Once securing a job, there are additional problems facing addicts. According to the American Council for Drug Education, individuals who are using drugs are 10 times more likely to miss work and are almost four times more likely to be involved in a workplace accident. They are also typically 33 percent less productive than their coworkers who are not using. As a result of addiction issues, many people with substance abuse problems end up having difficulty either getting a job or staying employed, placing additional stress on their family.
Choosing a Drug Rehab Program
Working towards sobriety is not an easy process for most people. In fact, it is very common to try several drug treatment programs before finally finding one that is a useful fit for the long term. There are several ways to determine if you are really ready for recovery:
Keep Track of Your Use
One way to figure out if you are ready to make the changes necessary is to keep track of your drug use. You might be surprised to discover just how much you are using on a regular basis. You can even keep track of how much money you are spending over the course of a month.
Evaluate what is Important to You
You can also make a decision to go into rehab based on what is being affected by your continued use. Your family or spouse may be threatening to leave if you continue using. Your job may be on the line if you do not enter recovery.
Think About What is Preventing You from Changing
You may have obstacles standing between you and recovery. Think about what you need to happen for you to really commit to making a significant life change.
There are many factors to consider when choosing a drug treatment program. If you are planning on using your insurance to pay for treatment, you need to understand what kind of treatment your policy covers. Substance abuse rehabilitation programs vary in length from a few days to several weeks to several months. Rehab programs can be “outpatient”, where patients stay at your own home and attend classes and counseling sessions at the treatment center, or “residential”, where patients stay at the treatment facility for a determined length of time and attend counseling sessions and classes.
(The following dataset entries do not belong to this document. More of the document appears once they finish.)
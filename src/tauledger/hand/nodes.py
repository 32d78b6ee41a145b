"""Signal nodes: which circuit nodes make one row, what the trade calls them, and which of them the signal crosses."""

from __future__ import annotations

from collections.abc import Iterable, Mapping

from msgspec import Struct

from tauledger.circuit import GROUND
from tauledger.hand.elements import TerminalAt
from tauledger.hand.equivalent import EquivalentCircuit

CROSSING_IN_PATH = 0.05
MOMENT_IN_PATH = 0.02
LISTED_OWNERS = 3

OUTPUT_WORDS = ("collector", "drain", "output", "anode")
CONTROL_WORDS = ("base", "gate", "input")
PLURAL = {"base": "bases", "gate": "gates", "emitter": "emitters", "source": "sources", "collector": "collectors"}
PLURAL |= {"drain": "drains", "anode": "anodes", "cathode": "cathodes", "input": "inputs", "output": "outputs"}
PLURAL |= {"common terminal": "common terminals"}


class Group(Struct, frozen=True):
    """The hand nodes of one row, the netlist's own node first, and what they are called.

    name: unique. title: as the trade says it. role: terminal word(s), "output" or "node".
    owner: the first device there.
    """

    nodes: tuple[str, ...]
    name: str
    title: str
    role: str
    owner: str


class Passage(Struct, frozen=True):
    """How the signal passes one row: ρ = x·λ/(Z·H), signed part of Σ|m|, and whether the row counts."""

    crossing: float
    moment: float
    in_path: bool


def groups(circuit: EquivalentCircuit) -> tuple[Group, ...]:
    """List the rows in the order of the file: every live node, with the inner nodes of devices folded into the outer.

    An inner node whose outer node is at AC ground has a row of its own, and all that is inside a block has one.
    """
    inner = _inner_nodes(circuit)
    host: dict[str, str] = {}
    states: dict[str, str] = {}
    for node in circuit.nodes:
        terminal = inner.get(node)
        if block_of(node):
            host[node] = states.setdefault(block_of(node), node)
            continue
        host[node] = node if terminal is None or terminal.outer == GROUND else terminal.outer
    rows: dict[str, list[str]] = {}
    for node in circuit.nodes:
        rows.setdefault(host[node], []).append(node)
    found: list[Group] = []
    taken: set[str] = set()
    for head, nodes in rows.items():
        ordered = (head, *(node for node in nodes if node != head))
        terminal = inner.get(head)
        if terminal is None:
            role, owner, title = _describe(circuit, head)
            name = title if block_of(head) else node_name(circuit, head)
        else:
            role, owner = f"{terminal.word}, inside", terminal.owner
            at = "" if terminal.netlist_node == GROUND else f" ({terminal.netlist_node})"
            title = f"{terminal.word} of {owner}, inside{at}"
            outside = terminal.word if terminal.netlist_node == GROUND else terminal.netlist_node
            name = f"{outside} (inside {owner})"
            if name in taken:
                name = f"{outside} (inside {owner}, {terminal.word})"
        taken.add(name)
        found.append(Group(ordered, name, title, role, owner))
    return tuple(found)


def block_of(node: str) -> str:
    """Give the owner of a block (a fitted device, a folded instance) whose inner node this is, else nothing."""
    owner, _, number = node.rpartition("'")
    return owner if number.isdigit() else ""


def node_name(circuit: EquivalentCircuit, node: str) -> str:
    """Give the netlist's name of a hand node: the output if it is in it, else the one with most device terminals.

    An inner node is called "base of Q1, inside".
    """
    terminal = _inner_nodes(circuit).get(node)
    if terminal is not None:
        return f"{terminal.word} of {terminal.owner}, inside"
    if node == GROUND:
        return GROUND
    members = circuit.members[node]
    for wanted in circuit.output_nodes:
        if wanted in members:
            return wanted
    count = {member: sum(t.netlist_node == member for t in circuit.terminals) for member in members}
    return max(members, key=lambda member: count[member])


def node_title(circuit: EquivalentCircuit, node: str) -> str:
    """Give what the trade calls a hand node: "base of Q1 (b)", "collector of Q1, output (out)", "node x"."""
    terminal = _inner_nodes(circuit).get(node)
    if terminal is not None:
        return f"{terminal.word} of {terminal.owner}, inside ({terminal.netlist_node})"
    return "ground" if node == GROUND else _describe(circuit, node)[2]


def passages(circuit: EquivalentCircuit, rows: Iterable[Group]) -> Mapping[str, Passage]:
    """Judge for every row, by name, whether the signal passes it.

    ρ = x·λ/(Z_nn·H) is the relative gain lost if the node is shorted; m = λ·(C·x)/H its part of the first moment
    b1 − a1. A row counts if |ρ| ≥ 0.05 or |m| ≥ 2 % of Σ|m|. The ρ of a row is that of its node with the largest.
    """
    rows = tuple(rows)
    moment = {row.name: sum(float(circuit.moment[circuit.row[node]].real) for node in row.nodes) for row in rows}
    total = sum(abs(value) for value in moment.values())
    found: dict[str, Passage] = {}
    for row in rows:
        rho = max((crossing(circuit, node) for node in row.nodes), key=abs)
        m = moment[row.name] / total if total else 0.0
        found[row.name] = Passage(rho, m, abs(rho) >= CROSSING_IN_PATH or abs(m) >= MOMENT_IN_PATH)
    return found


def crossing(circuit: EquivalentCircuit, node: str) -> float:
    """Give ρ = x·λ/(Z_nn·H) of one node: 1 where all signal crosses it, 0 off the path."""
    k = circuit.row[node]
    z = complex(circuit.whole[k, k]) if circuit.s_mid else circuit.z(node, node)
    scale = z * circuit.response
    return float((circuit.voltage[k] * circuit.adjoint[k] / scale).real) if scale else 0.0


def _inner_nodes(circuit: EquivalentCircuit) -> dict[str, TerminalAt]:
    """Give the terminals of those hand nodes that stand behind a device's series resistance and nothing else."""
    return {
        terminal.inner: terminal
        for terminal in circuit.terminals
        if terminal.inner not in (terminal.outer, GROUND) and not _netlist_members(circuit, terminal.inner)
    }


def _netlist_members(circuit: EquivalentCircuit, node: str) -> list[str]:
    return [member for member in circuit.members[node] if member not in circuit.inner_names]


def _describe(circuit: EquivalentCircuit, node: str) -> tuple[str, str, str]:
    """Give role, owner and title of a netlist node."""
    here = [terminal for terminal in circuit.terminals if terminal.outer == node]
    by_word: dict[str, list[str]] = {}
    for terminal in sorted(here, key=lambda terminal: _precedence(terminal.word)):
        owners = by_word.setdefault(terminal.word, [])
        if terminal.owner not in owners:
            owners.append(terminal.owner)
    phrases = [_phrase(word, owners) for word, owners in by_word.items()]
    words = list(by_word)
    sign = _output_sign(circuit, node)
    if sign:
        phrases.append(sign)
        words = [*(word for word in words if word != "output"), "output"]
    owner = next(iter(by_word.values()))[0] if by_word else ""
    name = node_name(circuit, node)
    if not phrases:
        inside = block_of(node)
        return ("node", inside, f"inside {inside}") if inside else ("node", owner, f"node {name}")
    return ", ".join(words), owner, f"{', '.join(phrases)} ({name})"


def _phrase(word: str, owners: list[str]) -> str:
    if len(owners) == 1:
        return f"{word} of {owners[0]}"
    plural = PLURAL.get(word, word)
    return f"{plural} of {', '.join(owners)}" if len(owners) <= LISTED_OWNERS else f"{plural} of {len(owners)} devices"


def _precedence(word: str) -> int:
    return 0 if word in OUTPUT_WORDS else 1 if word in CONTROL_WORDS else 2


def _output_sign(circuit: EquivalentCircuit, node: str) -> str:
    plus, minus = circuit.output_hand
    if node == plus and node != minus:
        return "output" if circuit.output_nodes[1] == GROUND else "output +"
    return "output −" if node == minus and node != plus else ""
Another factor to consider is the geographic location of the treatment program. There are thousands of drug and alcohol rehab centers across the United States. If you find a program with qualified staff that you want to attend, contact them for program details. Some treatment programs have multiple locations around the country and may be able to find a program that is closer to you.
You may need to attend a drug abuse treatment facility or class that is geared to your profession. For example, attorneys and doctors often require specialized treatment programs that include counseling to address their specific legal and professional requirements. Many of these programs include assistance to patients as they return to their work environment. Assistance can include, but is not limited to, local support meetings and sponsors.
Any kind of rehabilitation is not an easy process. It is important to choose a program that will provide you with the skills necessary to maintain your recovery once you leave their program. Since addiction affects all members of your family, spouses, parents and children should be an integral part of almost any recovery program. Considering the cost of substance abuse from almost every angle, if you are ready for recovery, then it is well worth making the call to a treatment program today. If you need to go through several programs on the road to recovery, at least you are not alone. Who knows, maybe you will run into a famous celebrity while you are getting straight.